Two lost Ealing comedy classic are getting a new lease of life as Studiocanal have released 1947’s Hue and Cry and 1950’s The Magnet.

Hue and Cry (1947)Hue and Cry is rightly acknowledged as something of a milestone in British cinema – being considered the first of the Ealing comedies – a pulsating and exuberant piece of filmmaking and one of the most authentic film portrayals of youthful adventure and comic book fantasy.

Joe (Harry Fowler, Went The Day Well), a London East End kid, is addicted to a boy’s adventure weekly called The Trump. He begins to suspect that a series of burglaries somehow are related to the weekly storyline, that there are hidden messages in the story that tell gang members the place and time of the next store to be hit. Harry convinces the other boys in the neighborhood and they go to the cops.

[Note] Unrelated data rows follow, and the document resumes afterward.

package server

import (
	"fmt"
	"net/http"
	"strings"
	"testing"

	"tripwell/export/results"
	"tripwell/forms"
	"tripwell/store"
)

func resultsSample() resultsPreview {
	return resultsPreview{
		Frame: frameOf("Tests made elsewhere", "sites"), Crumbs: []link{{Href: "/sites", Text: "Sites"}}, Heading: "round.csv: before it is imported", Lead: "This is how the file was read.", Note: "Columns were changed.", Action: "/results/x",
		Told: []string{"Read as UTF-8 text."}, Sums: []sum{{"#rows", "12", "tests", "to be added", ""}, {"#problems", "2", "left out", "wrong or doubtful", "fail"}}, Judged: []mark{{"pass", "11 Pass"}, {"fail", "1 Fail"}},
		Asks:    []field{{Name: "source", Label: "Where the readings come from", Options: choices("paper", "paper", "Paper", "spreadsheet", "A spreadsheet")}, {Name: "doubted", Type: "check", Label: "Take 1 doubtful test in as it stands"}},
		Columns: []columnAsk{{N: 0, Key: "t", Heading: "t", Select: field{Name: "c.0", Label: "t is read as", Value: "trip_time_ms in s", Options: choices("trip_time_ms in s", "", "Not read", "trip_time_ms in s", "Trip time in s")}}},
		Offers:  []columnsKept{{"Meter", "1 Dec 2026, Manager 1"}}, KeepAs: field{Name: "keep_as", Type: "text", Label: "Name"},
		Go: "Import 12 tests", ProblemsHead: "2 tests are not in", Problems: []heldRow{{"Main · row 9", "t", "0.025", "0.025 ms is unlikely here.", mark{"watch", "doubtful"}}}, More: "and 3 more", Rest: true,
		Tests: []foundTest{{"row 5", "Hall · By the sink", "K7Q-M2P-3", "Instrument test", "2026-11-02", "Trips too slowly.", mark{"fail", "Fail"}}},
	}
}

// deviceEntries are the entries of the rig's site.
func (r *rig) siteEntries() (all []store.Entry) {
	r.t.Helper()
	must(r.t, r.store.View(ownerScope, func(v *store.View) error {
		for e, err := range v.SiteEntries(r.site, forms.NoDay, forms.NoDay) {
			if err != nil {
				return err
			}
			all = append(all, e)
		}
		return nil
	}))
	return all
}

func TestResults_PreviewMendImportAndRowsBack(t *testing.T) {
	r := newRig(t, 3)
	b := r.signIn(r.manager)
	rows := r.devicesOf(r.site)
	day := forms.DayOf(r.store.Now()) - 3
	round := fmt.Sprintf("Place;When;t;I\n%[1]s;%[3]s;24;6,8\n%[2]s;%[3]s;0,024;6,8\nNowhere;%[3]s;24;6,8\n", placeText(rows[0].Place), placeText(rows[1].Place), day)
	res := r.uploadTo(b, "/results", "round.csv", []byte(round), "", "readings")
	if res.status != http.StatusSeeOther {
		t.Fatalf("upload: got %d %s", res.status, res.body)
	}
	at := res.header.Get("Location")
	form := typed(t, r.open(b, at).body)
	form.Set(nameOf(t, form, "c", "When"), "day")
	form.Set(nameOf(t, form, "c", "I"), "test_current_ma")
	form.Set("read_by", r.crew.ID)
	form.Set("source", results.Paper)
	form.Set("do", "import")
	r.submit(b, at, form.Encode())
	page := r.open(b, at)
	for _, want := range []string{"Nothing was imported yet", "Import 1 test", "0.024 s would be usual", "No device is known", "doubtful"} {
		if !strings.Contains(page.body, want) {
			t.Errorf("the preview lacks %q:\n%s", want, page.body)
		}
	}
	if n := len(r.siteEntries()); n != 0 {
		t.Fatalf("a preview made %d entries", n)
	}
	form = typed(t, page.body)
	form.Set("do", "import")
	r.submit(b, at, form.Encode())
	if page = r.open(b, at); !strings.Contains(page.body, "1 test imported") || !strings.Contains(page.body, "2 tests are not in") {
		t.Fatalf("after the import:\n%s", page.body)
	}
	if all := r.siteEntries(); len(all) != 1 || all[0].Source != results.Paper || all[0].ReadBy != r.crew.ID || all[0].By != r.manager.ID || all[0].Day != day || all[0].Imported {
		t.Errorf("entries %+v", all)
	}
	rest := r.open(b, at+"/rest.csv")
	if rest.status != http.StatusOK || !strings.Contains(rest.body, "Nowhere") || strings.Count(rest.body, "\n") != 3 {
		t.Errorf("rows to correct: %d %q", rest.status, rest.body)
	}
	kept := r.open(b, at+"/columns.json")
	if !strings.Contains(kept.body, `"When": "day"`) {
		t.Errorf("columns: %s", kept.body)
	}
	// The same file with the kept columns brings what it says as past results too, apart from the round.
	res = r.uploadTo(b, "/results", "round.csv", []byte(round), kept.body, "past")
	form = typed(t, r.open(b, res.header.Get("Location")).body)
	form.Set("do", "import")
	r.submit(b, res.header.Get("Location"), form.Encode())
	if all := r.siteEntries(); len(all) != 2 || !all[0].Imported && !all[1].Imported {
		t.Errorf("entries %+v", all)
	}
}

func TestResults_OnlyManagersAndBadFilesAreTold(t *testing.T) {
	r := newRig(t, 0)
	for _, p := range []store.Person{r.crew, r.auditor} {
		if res := r.open(r.signIn(p), "/results"); res.status != http.StatusForbidden {
			t.Errorf("%s: got %d, want 403", p.Role, res.status)
		}
	}
	b := r.signIn(r.manager)
	for _, c := range []struct{ name, file, what, says string }{
		{"empty", "", "readings", "empty"},
		{"a picture", "\x89PNG\r\n\x1a\n", "readings", "picture"},
		{"last days as a round", "Tag,Last button test\nK7QM2P3,2026-01-01\n", "readings", "past results"},
	} {
		if res := r.uploadTo(b, "/results", "x.csv", []byte(c.file), "", c.what); res.status != http.StatusUnprocessableEntity || !strings.Contains(res.body, c.says) {
			t.Errorf("%s: got %d, want %q on the page", c.name, res.status, c.says)
		}
	}
}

When the police don’t believe them, they set out on their own to stop the gang and capture the ringleader. Along the way they find themselves trying to stop a burglary in a department store, getting noticed by Jim Nightingale, a tough greengrocer (Jack Warner, The Ladykillers), kidnapping a luscious blond secretary who may know more than she lets on, and trying to deal with Felix H. Wilkinson (Alastair Sim, A Christmas CarolThe Belles of St Trinians), the eccentric writer of the The Trump’s storyline, a man with a distinct dislike for small boys…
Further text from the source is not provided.